Andrey Agibalov
Andrey Agibalov

Reputation: 7694

JUnit test inheritance doesn't work

public abstract class GenericTests<T extends Number> {
  protected abstract T getT();      

  @Test public void test1() {
    getT();
  }
}

public class ConcreteTests1 extends GenericTests<Integer> { ... }
public class ConcreteTests2 extends GenericTests<Double> { ... }

No tests are executed at all, both concrete classes are ignored. How do I make it work? (I expect test1() to be executed for both Integer and Double).

I use JUnit 4.8.1.

Update: it appeared that problem is related with maven-surefire-plugin and not JUnit itself. See my answer below.

Upvotes: 11

Views: 7352

Answers (2)

Andrey Agibalov
Andrey Agibalov

Reputation: 7694

Renamed all my classes to have suffix "Test" and now it works (Concrete1Test, Concrete2Test).

Update:

That's related with default settings of maven-surefire-plugin.

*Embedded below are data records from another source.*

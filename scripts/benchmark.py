#!/usr/bin/env python3
"""fitamp against plain scripts and general rational fits, each error as a ratio to the Cramér–Rao bound.

    python scripts/benchmark.py [--runs 40] [--seed 1] [--scenario NAME] [--methods NAME ...] [--markdown]

Every method gets the same noisy sweeps of a scenario; the noise is told to none. Errors are those of the runs that did
not fail. A run fails when the method raises, has no finite number for what is judged, has other real roots than the
circuit, or puts pole 2 off by more than a factor of 2. Times are medians within this run; "cost" is fitamp's time over
the method's.
"""

from __future__ import annotations

import argparse
import sys
from collections.abc import Sequence


def main(arguments: Sequence[str]) -> int:
    """Run and print; the exit code."""
    try:
        return _run(arguments)
    except KeyboardInterrupt:
        print("benchmark: interrupted", file=sys.stderr)
        return 130


def _run(arguments: Sequence[str]) -> int:
    from benchmarking.methods import Method
    from benchmarking.running import run_scenario, warm_up
    from benchmarking.scenarios import SCENARIOS
    from benchmarking.tables import markdown_head, markdown_rows, text_table
    from rich.console import Console
    from rich.progress import Progress

    args = _parser(tuple(SCENARIOS), tuple(Method)).parse_args(arguments)
    chosen = [scenario for name, scenario in SCENARIOS.items() if args.scenario in (None, name)]
    methods = [method for method in Method if method in args.methods]
    # Of n normal errors of standard deviation 1, the root mean square is known to 1/√(2n) and the mean to 1/√n.
    chance = f"±{(2 * args.runs) ** -0.5:.0%} in RMSE/bound, ±{args.runs**-0.5:.2f} in bias/bound"
    print(f"{args.runs} noisy sweeps a scenario, seed {args.seed}; chance leaves {chance}", end="\n\n", flush=True)
    if args.markdown:
        print(markdown_head(), flush=True)
    errors = Console(stderr=True)
    with Progress(console=errors, transient=True, disable=not errors.is_terminal, redirect_stdout=False) as progress:
        task = progress.add_task("warming up", total=len(chosen) * args.runs)
        warm_up(methods, args.seed)
        for scenario in chosen:
            progress.update(task, description=scenario.name)
            scores = run_scenario(
                scenario, methods, runs=args.runs, seed=args.seed, done=lambda: progress.advance(task)
            )
            text = markdown_rows(scenario, scores) if args.markdown else text_table(scenario, scores) + "\n"
            print(text, flush=True)
    return 0


def _parser(scenarios: Sequence[str], methods: Sequence[str]) -> argparse.ArgumentParser:
    parser = argparse.ArgumentParser(
        prog="benchmark", description=__doc__, formatter_class=argparse.RawDescriptionHelpFormatter
    )
    parser.add_argument("--runs", type=_count, default=40, help="noisy sweeps a scenario (default 40)")
    parser.add_argument("--seed", type=_not_negative, default=1, help="of the noise (default 1)")
    parser.add_argument("--scenario", choices=scenarios, metavar="NAME", help=f"only one of {', '.join(scenarios)}")
    parser.add_argument(
        "--methods", nargs="+", choices=methods, default=list(methods), metavar="NAME", help=f"of {', '.join(methods)}"
    )
    parser.add_argument("--markdown", action="store_true", help="one table, one row a scenario and method")
    return parser


def _count(text: str) -> int:
    return _at_least(text, 1)


def _not_negative(text: str) -> int:
    return _at_least(text, 0)


def _at_least(text: str, least: int) -> int:
    if not text.isdecimal() or int(text) < least:
        raise argparse.ArgumentTypeError(f"{text!r} is not a whole number of {least} or more")
    return int(text)


if __name__ == "__main__":
    for stream in (sys.stdout, sys.stderr):
        # A console in a legacy code page must not stop a table over a τ.
        stream.reconfigure(errors="replace")
    sys.exit(main(sys.argv[1:]))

http://maven.apache.org/plugins/maven-surefire-plugin/examples/inclusion-exclusion.html

By default, the Surefire Plugin will automatically include all test classes with the following wildcard patterns:

**/Test*.java - includes all of its subdirectories and all java filenames that start with "Test". **/*Test.java - includes all of its subdirectories and all java filenames that end with "Test". **/*TestCase.java - includes all of its subdirectories and all java filenames that end with "TestCase".

Upvotes: 15

Sam Goldberg
Sam Goldberg

Reputation: 6801

I tested this in Eclipse, using your skeleton code, and it worked fine:

Base Class:

package stkoverflow;

import org.junit.Test;

public abstract class GenericTests<T> {
    protected abstract T getT();

    @Test
    public void test1() {
        getT();
    }    
}

Subclass:

package stkoverflow;

public class ConcreteTests1 extends GenericTests<Integer> {

    @Override
    protected Integer getT() {
        return null;
    }    
}

Running ConcreteTests1 in Eclipse Junit Runner worked fine. Perhaps the issue is with Maven?